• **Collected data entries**
------
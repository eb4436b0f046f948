import { type ReducedYear, reduceYear } from '#engine/reduction/reduce-year.ts';
import type { Finding } from '#engine/weather-files/finding.ts';
import { readWeatherFileParts } from '#engine/weather-files/read-weather-file-parts.ts';
import type {
  DeclaredStation,
  RefusedReading,
  WeatherFileReading,
} from '#engine/weather-files/weather-file-reading.ts';
import type { CommandContext, ExitCode } from '../command.ts';
import { readArguments, WrongUse } from './command-arguments.ts';
import { openFile } from './open-file.ts';
import { printResult, say } from './print-result.ts';
import { statedOptions } from './stated-options.ts';
import { weatherMembers } from './weather-members.ts';

/** What stands in the place of a year's figures when a file is refused. */
const NO_YEAR = {
  hours: null,
  measured: null,
  estimated: null,
  repaired: null,
  missing: null,
  assumedPressure: null,
  belowZero: null,
  meanDryBulbC: null,
  meanWetBulbC: null,
  depressionHours: null,
  maxDepressionK: null,
  design: null,
};

function yearFigures({ facts }: ReducedYear) {
  const { hours, measured, estimated, repaired, missing, assumedPressure, belowZero } = facts;
  const { meanDryBulbC, meanWetBulbC, maxDepressionK, design } = facts;
  const depressionHours = Object.fromEntries(facts.depressionHours.map((step) => [String(step.atLeastK), step.hours]));
  return {
    ...{ hours, measured, estimated, repaired, missing, assumedPressure, belowZero },
    ...{ meanDryBulbC, meanWetBulbC, depressionHours, maxDepressionK, design },
  };
}

function stationFigures({ name, latitude, longitude, elevationM, utcOffsetH }: DeclaredStation) {
  return { name, latitude, longitude, elevationM, utcOffsetH };
}

function findingFigures({ code, severity, line, lastLine, count, variable, done, message }: Finding) {
  return { code, severity, line, lastLine, count, variable, done, message };
}

/** The result of one station-year: every key is there whatever became of it, in one order. */
export function readResult(file: string, reading: WeatherFileReading) {
  const { format, status, station, findings } = reading;
  const asks = reading.status === 'refused' ? [] : reading.asks;
  const usable = reading.status !== 'refused' && reading.hours !== null;
  return {
    file,
    format,
    status,
    asks: asks.map(({ what, message, proposal }) => ({ what, message, proposal })),
    station: station === null ? null : stationFigures(station),
    ...(usable ? yearFigures(reduceYear(reading)) : NO_YEAR),
    findings: findings.map(findingFigures),
    // A file of several station-years gives a line for each; a table that waits for its mapping gives the guess to confirm.
    ...(reading.part === '' ? {} : { part: reading.part }),
    ...(reading.status === 'refused' || usable ? {} : { table: reading.table }),
  };
}

/** Whether a result makes the command end with 1. A file that only asks does not. */
function failsCommand({ status, findings }: WeatherFileReading, strict: boolean): boolean {
  return status === 'refused' || (strict && findings.some(({ severity }) => severity === 'doubt'));
}

/**
 * `muslin read FILE... [--place LAT,LON,ELEVATION_M,UTC_OFFSET_H] [--columns MAP.json] [--answers ANSWERS.json] [--strict]`: one
 * line per weather file and station-year, in the order given; archives are opened.
 */
export async function read({ args, callerDir }: CommandContext): Promise<ExitCode> {
  const stated = readArguments(args);
  if (stated.files.length === 0) throw new WrongUse('Name the weather files to read.');
  if (stated.brief !== null) throw new WrongUse('--brief belongs to the command ledger.');
  const options = await statedOptions(stated, callerDir);
  let unreadable = false;
  let failing = false;
  for (const file of stated.files) {
    const bytes = await openFile(file, callerDir);
    if (typeof bytes === 'string') {
      say(bytes);
      unreadable = true;
      continue;
    }
    for await (const { content, name } of weatherMembers(file, bytes)) {
      const readings =
        typeof content === 'string' ? [notOpened(content)] : readWeatherFileParts(content, name, options);
      for (const reading of readings) {
        printResult(readResult(name, reading));
        failing ||= failsCommand(reading, stated.strict);
      }
    }
  }
  if (unreadable) return 3;
  return failing ? 1 : 0;
}

/** An archive, or a member of one, that could not be opened is refused like a file that could not be read. */
function notOpened(message: string): RefusedReading {
  const where = { line: null, column: null, lastLine: null, count: 1, variable: null, done: null };
  return {
    status: 'refused',
    part: '',
    format: null,
    station: null,
    findings: [{ code: 'binary', severity: 'refuse', ...where, message }],
  };
}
------
• **About this exercise**
Which lines of the records contain the word "stationFigures"? Copy each of them.

• **Response to this exercise**
function stationFigures({ name, latitude, longitude, elevationM, utcOffsetH }: DeclaredStation) {
    station: station === null ? null : stationFigures(station),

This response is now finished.